Limit Order

By Research Desk
about 5 years ago

Limit order is the price at which the trader wishes to execute the order to buy or sell the stock. Limit order assures the price but execution of the trade is not assured. This is because the trader might place an order at a certain price which may or may not be reached by the stock.

The trader should place an order for the stocks at a specific price at which the shares are to be bought or sold and unlike a market order where the trade gets executed immediately at the best available current price, this trade will only get executed at that specified price. Usually the limit order is placed at a price lower to the market price (for buy orders), when the trader is expecting a fall in price in the near term. Similarly, limit orders for selling the stocks are placed at a higher price than the market price, so that the stocks can be sold once that price is achieved.

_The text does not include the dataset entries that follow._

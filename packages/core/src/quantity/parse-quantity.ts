import { describeDimension } from './describe-dimension.ts';
import { type Dimension, dimensions, formatDimension, isRatio, sameDimension } from './dimension.ts';
import { TailpairError } from './error.ts';
import { formatQuantity } from './format-quantity.ts';
import { valueIn } from './read-quantity.ts';
import { quoted, type SplitQuantity, splitQuantity } from './split-quantity.ts';
import { prefixes, readUnit } from './unit.ts';

/** How a value may be given. */
export interface ParseOptions {
  /** The place of the value, for error messages. */
  readonly where?: string | undefined;
  /** Whether a number without a unit is taken to be in the SI unit. Default: only ratios and resistances are. */
  readonly bare?: boolean;
}

/** Letters that stand for prefix and unit together on parts (IEC 60062:2016, from memory). */
const resistanceLetters = 'RkKMGT';
const capacitanceLetters = 'pnu\u00b5\u03bcm';

/** The unit a text means, where a part's letter code leaves it out. */
function fullUnit(unit: string, want: Dimension): string {
  if (unit.length !== 1) return unit;
  if (sameDimension(want, dimensions.resistance) && resistanceLetters.includes(unit)) {
    return `${unit.replace('R', '').replace('K', 'k')}Ω`;
  }
  if (sameDimension(want, dimensions.capacitance) && capacitanceLetters.includes(unit)) return `${unit}F`;
  return unit;
}

/** What may be meant by a prefix nobody is likely to mean there. Mega and milli are never guessed. */
function likelier(prefix: string, want: Dimension): readonly string[] {
  if (sameDimension(want, dimensions.resistance)) return prefix === 'm' ? ['M'] : [];
  return prefix === 'M' && !sameDimension(want, dimensions.frequency) ? ['m', '\u00b5'] : [];
}

/** The cure for a prefix that stands alone. */
function complete({ mantissa, exponent, unit: prefix }: SplitQuantity, want: Dimension): string {
  const symbol = formatDimension(want);
  const number = exponent === 0 ? mantissa : `${mantissa}e${exponent}`;
  const [literal = '', ...others] = [prefix, ...likelier(prefix, want)].map(
    (it) => `${number} ${it}${symbol}`,
  );
  if (others.length === 0) return `write ${literal}`;
  const value = Number(`${mantissa}e${exponent + prefixes.get(prefix)!}`);
  return `${literal} is ${value} ${symbol}; did you mean ${others.join(' or ')}?`;
}

function refusal(text: string, split: SplitQuantity, want: Dimension): string {
  const { unit } = split;
  const wanted = describeDimension(want);
  if (unit === '') return `${quoted(text)} lacks its unit; wanted is ${wanted}`;
  if (prefixes.has(unit) && readUnit(formatDimension(want))?.prefixable) {
    return `${quoted(text)} lacks its unit; ${complete(split, want)}`;
  }
  const verdict = readUnit(unit) ? 'does not fit' : 'is no unit';
  return `${quoted(text)}: ${quoted(unit)} ${verdict}; wanted is ${wanted}`;
}

/**
 * Reads a value with its unit: `120 kΩ`, `-12 V`, `25 °C`, `1e-3 V`, `50 %`, `3300 ppm/K`, and the
 * letter codes of parts: `4k7`, `0R1`, `2M2`, `4n7`, `4µ7F`. Resistances may leave the unit out
 * (`120k`), capacitances after a letter (`100n`).
 *
 * @param input the text, or a number in the SI unit where bare numbers are allowed
 * @param want the dimension the place asks for
 * @returns the value in SI base units; temperatures in kelvin
 * @throws TailpairError `quantity-text` where there is not one finite number to read,
 *   `quantity-unit` where the unit is missing or another, `value-range` below absolute zero,
 *   `value-kind` where the input is neither text nor number
 */
export function parseQuantity(input: string | number, want: Dimension, options: ParseOptions = {}): number {
  const { where, bare = isRatio(want) || sameDimension(want, dimensions.resistance) } = options;
  const wrongUnit = (message: string): TailpairError =>
    new TailpairError('quantity-unit', message, { where });
  if (typeof input === 'number') {
    if (!Number.isFinite(input)) {
      const message = `${formatQuantity(input, want)} is no value; wanted is ${describeDimension(want)}`;
      throw new TailpairError('quantity-text', message, { where });
    }
    if (bare) return input;
    throw wrongUnit(`${input} lacks its unit; wanted is ${describeDimension(want)}`);
  }
  if (typeof input !== 'string') {
    const message = `got ${input === null ? 'null' : typeof input}; wanted is ${describeDimension(want)}`;
    throw new TailpairError('value-kind', message, { where });
  }
  const split = splitQuantity(input, where);
  if (split.unit === '' && bare) return valueIn(readUnit('')!, split, where);
  const unit = readUnit(fullUnit(split.unit, want));
  if (unit && sameDimension(unit.dimension, want) && split.unit !== '') return valueIn(unit, split, where);
  throw wrongUnit(refusal(input.trim(), split, want));
}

Limit orders are usually used by traders investing for short term gains as they like to earn money through market fluctuations. Biggest risk of limit orders is that there is no guarantee of order execution. There are also instances that the order may get executed only partially and not all the shares that were to be traded could be executed.

An example of limit order would be a trader placing an order to buy Ashok Leyland at Rs. 120 while the current market price is Rs. 125. This order may or may not get executed depending if the share price of Ashok Leyland reaches Rs. 120. The order will not get executed if the share price is above Rs. 120. Similarly, a trader willing to sell shares of Ashok Leyland places an order at Rs. 130. Now, the order will only get executed once the share price increases and reaches Rs. 130.